Rechercher des signatures de code dans le contenu du fichier : balises PHP, scripts JavaScript, directives SVG suspectes.

$content = file_get_contents($file->getRealPath());
$dangerousPatterns = ['<?php', '<?=', '<script', 'javascript:'];
foreach ($dangerousPatterns as $pattern) {
    if (stripos($content, $pattern) !== false) {
        // Contenu suspect
    }
}

7. Renommage systématique

Même si les 6 vérifications précédentes passent, ne conservez jamais le nom de fichier original. Générez un nom aléatoire. Cela casse les attaques par prédiction de chemin et empêche l'exécution directe via URL.

$safeName = bin2hex(random_bytes(16)) . '.' . $extension;
$file->storeAs('uploads', $safeName, 'private');

Stockez également en dehors de la racine web (storage/ plutôt que public/), et servez les fichiers via un contrôleur qui vérifie les droits d'accès.

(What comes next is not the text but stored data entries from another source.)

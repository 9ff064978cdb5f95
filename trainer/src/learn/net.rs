//! Batched multilayer perceptrons on `ndarray` (f32) for training: forward
//! pass with cached pre-activations, the input gradient of a scalar output
//! (or the vector-Jacobian product of a many-output one, seed g_{L-1}),
//! and parameter gradients of (a) a loss on the outputs and (b) a loss on the
//! *input gradient* (double backpropagation), all as matrix products over the
//! batch (`learn/product.rs`) with buffers kept in a reusable [`MlpWork`].
//!
//! Parameters live in one flat `f32` slice so the optimizer sees a single
//! vector. Layout, layer by layer from the input: the weight matrix `W`
//! row-major `[outputs][inputs]` (the runtime's layout), then the bias.
//!
//! Double backpropagation, derived here (reverse mode over forward mode).
//! With rows as samples, a_0 = x, z_k = a_k W_k^T + b_k, a_{k+1} = s(z_k) for
//! hidden layers and scalar output y = z_{L-1}:
//! * input gradient: g_{L-1} = 1, d_k = g_k W_k, g_{k-1} = d_k (.) s'(z_{k-1}),
//!   and dy/dx = d_0;
//! * for a loss l(dy/dx) with R = dl/d(dy/dx), l's parameter gradient equals
//!   that of the directional derivative sum_b R_b . dy/dx_b, obtained by a
//!   forward tangent pass (adot_0 = R, zdot_k = adot_k W_k^T,
//!   adot_{k+1} = s'(z_k) (.) zdot_k) and its reverse, where the adjoint of
//!   zdot_k is exactly g_k and the adjoint of z_k is
//!   zbar_{L-1} = 0, zbar_{k-1} = (zbar_k W_k) (.) s'(z_{k-1})
//!   + d_k (.) zdot_{k-1} (.) s''(z_{k-1});
//! * dl/dW_k = zbar_k^T a_k + g_k^T adot_k, dl/db_k = sum over rows of zbar_k.

use super::product::{mat_mul, Store};
use ndarray::{Array2, ArrayView1, ArrayView2, ArrayViewMut1, ArrayViewMut2, Axis};
use rand::Rng;
use rand_chacha::ChaCha8Rng;
use serde::{Deserialize, Serialize};

pub use super::activation::Activation;

/// Layer widths and activation of one network; the parameters are separate.
#[derive(Debug, Clone, PartialEq, Eq, Serialize, Deserialize)]
pub struct MlpShape {
    /// Widths from input to output: `[inputs, hidden.., outputs]`.
    pub sizes: Vec<usize>,
    /// Hidden-layer activation (the last layer is linear).
    pub activation: Activation,
}

impl MlpShape {
    /// A network `inputs -> hidden.. -> outputs`.
    pub fn new(inputs: usize, hidden: &[usize], outputs: usize, activation: Activation) -> Self {
        let mut sizes = Vec::with_capacity(hidden.len() + 2);
        sizes.push(inputs);
        sizes.extend_from_slice(hidden);
        sizes.push(outputs);
        Self { sizes, activation }
    }

    /// Number of dense layers.
    pub fn layers(&self) -> usize {
        self.sizes.len() - 1
    }

    /// Input width.
    pub fn inputs(&self) -> usize {
        self.sizes[0]
    }

    /// Output width.
    pub fn outputs(&self) -> usize {
        self.sizes[self.sizes.len() - 1]
    }

    /// Total weights and biases.
    pub fn param_count(&self) -> usize {
        self.sizes.windows(2).map(|w| w[0] * w[1] + w[1]).sum()
    }

    /// Start of layer `k`'s weights in the flat vector, and its (outputs, inputs).
    pub fn layer_offset(&self, k: usize) -> (usize, usize, usize) {
        let off: usize = self.sizes[..=k]
            .windows(2)
            .map(|w| w[0] * w[1] + w[1])
            .sum();
        (off, self.sizes[k + 1], self.sizes[k])
    }

    /// Layer `k`'s weight matrix and bias inside `p`.
    pub fn layer<'a>(&self, p: &'a [f32], k: usize) -> (ArrayView2<'a, f32>, ArrayView1<'a, f32>) {
        let (off, o, i) = self.layer_offset(k);
        let w = ArrayView2::from_shape((o, i), &p[off..off + o * i]).expect("layer shape");
        let b = ArrayView1::from(&p[off + o * i..off + o * i + o]);
        (w, b)
    }

    fn layer_mut<'a>(
        &self,
        p: &'a mut [f32],
        k: usize,
    ) -> (ArrayViewMut2<'a, f32>, ArrayViewMut1<'a, f32>) {
        let (off, o, i) = self.layer_offset(k);
        let (w, b) = p[off..off + o * i + o].split_at_mut(o * i);
        (
            ArrayViewMut2::from_shape((o, i), w).expect("layer shape"),
            ArrayViewMut1::from(b),
        )
    }

    /// Glorot/Xavier uniform weights U(-a, a), a = sqrt(6 / (in + out))
    /// (Glorot & Bengio, 2010), zero biases; appended to `out`.
    pub fn init(&self, rng: &mut ChaCha8Rng, out: &mut Vec<f32>) {
        for w in self.sizes.windows(2) {
            let (i, o) = (w[0], w[1]);
            let a = (6.0 / (i + o) as f32).sqrt();
            for _ in 0..i * o {
                out.push(rng.random_range(-a..a));
            }
            out.extend(std::iter::repeat_n(0.0, o));
        }
    }
}

/// Reusable buffers for one network and one batch size.
#[derive(Debug, Default)]
pub struct MlpWork {
    rows: usize,
    /// Layer inputs a_k (a_0 = x).
    a: Vec<Array2<f32>>,
    /// Pre-activations z_k.
    z: Vec<Array2<f32>>,
    /// s'(z_k) and s''(z_k) for hidden layers.
    d1: Vec<Array2<f32>>,
    d2: Vec<Array2<f32>>,
    /// Adjoints of the output w.r.t. z_k (the input-gradient pass).
    g: Vec<Array2<f32>>,
    /// d_k = g_k W_k, adjoints w.r.t. layer inputs.
    d: Vec<Array2<f32>>,
    /// Tangent inputs and pre-activations.
    adot: Vec<Array2<f32>>,
    zdot: Vec<Array2<f32>>,
    /// Adjoints of the loss w.r.t. z_k.
    zbar: Vec<Array2<f32>>,
    /// Adjoint w.r.t. layer inputs (scratch).
    abar: Vec<Array2<f32>>,
    /// W_k^T (inputs x outputs), packed by [`forward`] once per parameter
    /// vector for it and the tangent pass (the product kernel reads B's
    /// rows whole).
    wt: Vec<Array2<f32>>,
}

impl MlpWork {
    /// Size the buffers for `rows` samples (allocates only when it changes).
    fn ensure(&mut self, shape: &MlpShape, rows: usize) {
        let l = shape.layers();
        if self.rows == rows && self.a.len() == l {
            return;
        }
        let ins = |k: usize| Array2::zeros((rows, shape.sizes[k]));
        let outs = |k: usize| Array2::zeros((rows, shape.sizes[k + 1]));
        self.rows = rows;
        self.a = (0..l).map(ins).collect();
        self.d = (0..l).map(ins).collect();
        self.adot = (0..l).map(ins).collect();
        self.abar = (0..l).map(ins).collect();
        self.z = (0..l).map(outs).collect();
        self.d1 = (0..l).map(outs).collect();
        self.d2 = (0..l).map(outs).collect();
        self.g = (0..l).map(outs).collect();
        self.zdot = (0..l).map(outs).collect();
        self.zbar = (0..l).map(outs).collect();
        self.wt = (0..l)
            .map(|k| Array2::zeros((shape.sizes[k], shape.sizes[k + 1])))
            .collect();
    }

    /// The output of the last [`forward`] (rows x outputs).
    pub fn output(&self) -> ArrayView2<'_, f32> {
        self.z[self.z.len() - 1].view()
    }

    /// The input gradient of the last [`input_gradient`] (rows x inputs).
    pub fn input_grad(&self) -> ArrayView2<'_, f32> {
        self.d[0].view()
    }

    /// The output tangent J R of the last [`backprop_input_gradient_loss`]
    /// along R (rows x outputs).
    pub fn tangent_output(&self) -> ArrayView2<'_, f32> {
        self.zdot[self.zdot.len() - 1].view()
    }
}

/// Forward pass over the rows of `x`; caches what the backward passes need.
/// The output is then in [`MlpWork::output`].
pub fn forward(shape: &MlpShape, p: &[f32], x: ArrayView2<'_, f32>, work: &mut MlpWork) {
    let l = shape.layers();
    work.ensure(shape, x.nrows());
    work.a[0].assign(&x);
    for k in 0..l {
        let (w, b) = shape.layer(p, k);
        work.wt[k].assign(&w.t());
        let z = &mut work.z[k];
        mat_mul(
            work.a[k].view(),
            work.wt[k].view(),
            Store::Overwrite,
            &mut z.view_mut(),
        );
        *z += &b;
        if k + 1 < l {
            shape.activation.eval_rows(
                standard(z),
                standard_mut(&mut work.a[k + 1]),
                standard_mut(&mut work.d1[k]),
                standard_mut(&mut work.d2[k]),
            );
        }
    }
}

/// The elements of a work buffer (always in standard layout) as one slice.
fn standard(m: &Array2<f32>) -> &[f32] {
    m.as_slice().expect("work buffers are in standard layout")
}

fn standard_mut(m: &mut Array2<f32>) -> &mut [f32] {
    m.as_slice_mut()
        .expect("work buffers are in standard layout")
}

/// Gradient of the scalar output with respect to the input, for the rows of
/// the last [`forward`]; the result is in [`MlpWork::input_grad`].
pub fn input_gradient(shape: &MlpShape, p: &[f32], work: &mut MlpWork) {
    assert_eq!(shape.outputs(), 1, "input gradient needs a scalar output");
    let l = shape.layers();
    work.g[l - 1].fill(1.0);
    input_pullback(shape, p, work);
}

/// The vector-Jacobian product J(x_b)^T seed_b of a many-output network
/// for the rows of the last [`forward`] (`seed`: rows x outputs); the
/// result is in [`MlpWork::input_grad`]. [`backprop_input_gradient_loss`]
/// then gives the parameter gradient of sum_b R_b . J^T seed_b with the
/// seed held fixed, and [`MlpWork::tangent_output`] the tangent J R.
pub fn input_vjp(shape: &MlpShape, p: &[f32], seed: ArrayView2<'_, f32>, work: &mut MlpWork) {
    let l = shape.layers();
    work.g[l - 1].assign(&seed);
    input_pullback(shape, p, work);
}

/// The reverse pass from the output adjoint in `work.g[L-1]` to the input.
fn input_pullback(shape: &MlpShape, p: &[f32], work: &mut MlpWork) {
    let l = shape.layers();
    for k in (0..l).rev() {
        let (w, _) = shape.layer(p, k);
        mat_mul(
            work.g[k].view(),
            w,
            Store::Overwrite,
            &mut work.d[k].view_mut(),
        );
        if k > 0 {
            ndarray::Zip::from(&mut work.g[k - 1])
                .and(&work.d[k])
                .and(&work.d1[k - 1])
                .for_each(|g, &d, &s| *g = d * s);
        }
    }
}

/// Add to `grad` the parameter gradient of a loss on the input gradient,
/// given `r` = d(loss)/d(input gradient) (rows x inputs). Needs
/// [`forward`] and [`input_gradient`] on the same rows and parameters first.
pub fn backprop_input_gradient_loss(
    shape: &MlpShape,
    p: &[f32],
    r: ArrayView2<'_, f32>,
    work: &mut MlpWork,
    grad: &mut [f32],
) {
    let l = shape.layers();
    // Tangent pass along r, with the W_k^T that `forward` packed.
    work.adot[0].assign(&r);
    for k in 0..l {
        let zdot = &mut work.zdot[k].view_mut();
        mat_mul(
            work.adot[k].view(),
            work.wt[k].view(),
            Store::Overwrite,
            zdot,
        );
        if k + 1 < l {
            ndarray::Zip::from(&mut work.adot[k + 1])
                .and(&work.zdot[k])
                .and(&work.d1[k])
                .for_each(|a, &zd, &s| *a = zd * s);
        }
    }
    // Reverse pass.
    work.zbar[l - 1].fill(0.0);
    for k in (0..l).rev() {
        let (w, _) = shape.layer(p, k);
        {
            let (mut gw, mut gb) = shape.layer_mut(grad, k);
            if k + 1 < l {
                mat_mul(work.zbar[k].t(), work.a[k].view(), Store::Add, &mut gw);
                gb += &work.zbar[k].sum_axis(Axis(0));
            }
            mat_mul(work.g[k].t(), work.adot[k].view(), Store::Add, &mut gw);
        }
        if k > 0 {
            let (lo, hi) = work.zbar.split_at_mut(k);
            let zb_prev = &mut lo[k - 1];
            if k + 1 < l {
                mat_mul(
                    hi[0].view(),
                    w,
                    Store::Overwrite,
                    &mut work.abar[k].view_mut(),
                );
            } else {
                work.abar[k].fill(0.0);
            }
            ndarray::Zip::from(zb_prev)
                .and(&work.abar[k])
                .and(&work.d1[k - 1])
                .and(&work.d[k])
                .and(&work.zdot[k - 1])
                .and(&work.d2[k - 1])
                .for_each(|zb, &ab, &s1, &d, &zd, &s2| *zb = ab * s1 + d * zd * s2);
        }
    }
}

/// Add to `grad` the parameter gradient of a loss on the outputs, given
/// `dy` = d(loss)/d(output) (rows x outputs). Needs [`forward`] first.
pub fn backprop_output_loss(
    shape: &MlpShape,
    p: &[f32],
    dy: ArrayView2<'_, f32>,
    work: &mut MlpWork,
    grad: &mut [f32],
) {
    let l = shape.layers();
    work.zbar[l - 1].assign(&dy);
    for k in (0..l).rev() {
        let (w, _) = shape.layer(p, k);
        {
            let (mut gw, mut gb) = shape.layer_mut(grad, k);
            mat_mul(work.zbar[k].t(), work.a[k].view(), Store::Add, &mut gw);
            gb += &work.zbar[k].sum_axis(Axis(0));
        }
        if k > 0 {
            let (lo, hi) = work.zbar.split_at_mut(k);
            mat_mul(
                hi[0].view(),
                w,
                Store::Overwrite,
                &mut work.abar[k].view_mut(),
            );
            ndarray::Zip::from(&mut lo[k - 1])
                .and(&work.abar[k])
                .and(&work.d1[k - 1])
                .for_each(|zb, &ab, &s1| *zb = ab * s1);
        }
    }
}

/// The Hessian-vector product (d^2 y / dx^2) r of the scalar output for the
/// rows of the last [`backprop_input_gradient_loss`] with `r` (rows x
/// inputs): the input adjoint of the directional derivative r . dy/dx,
/// zbar_0 W_0 in the notation of the module doc (x enters only z_0 =
/// x W_0^T + b_0; the tangent seed r does not depend on x). A network
/// without hidden layers is linear, so its Hessian is zero.
pub fn input_hessian_product(shape: &MlpShape, p: &[f32], work: &MlpWork) -> Array2<f32> {
    if shape.layers() < 2 {
        return Array2::zeros((work.rows, shape.inputs()));
    }
    let (w, _) = shape.layer(p, 0);
    work.zbar[0].dot(&w)
}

Intégrer ces vérifications dans un middleware Symfony

L'approche middleware est idéale : centralisée, testable, réutilisable. En Symfony, un EventSubscriber sur KernelEvents::REQUEST ou un service dédié FileUploadValidator injecté dans vos contrôleurs accomplit le même rôle.

class FileUploadValidator
{
    public function validate(UploadedFile $file, array $allowedMimes): void
    {
        $this->checkRealMime($file, $allowedMimes);
        $this->checkExtension($file, $allowedMimes);
        $this->checkMimeExtensionConsistency($file);
        $this->checkSize($file);
        $this->checkImageContent($file);
        $this->checkMaliciousContent($file);
        // Le renommage intervient au moment du stockage
    }
}

Chaque méthode lève une exception typée en cas d'échec. Le contrôleur n'a pas à connaître les détails — il délègue et gère les exceptions.


Conclusion

Sécuriser les uploads de fichiers, c'est avant tout une question d'architecture. Une seule vérification donne une fausse impression de sécurité. Sept vérifications indépendantes, organisées en couches, transforment un point d'entrée risqué en un processus maîtrisé.

Chez MulerTech, nous appliquons systématiquement ce type de défense en profondeur dans nos projets Symfony. L'objectif n'est pas la complexité pour elle-même, mais la robustesse structurelle qui protège vos données et votre réputation sur le long terme.


Cet article est inspiré de Secure File Uploads: Seven Checks and Why Each One Exists par Shakil Alam, publié sur dev.to.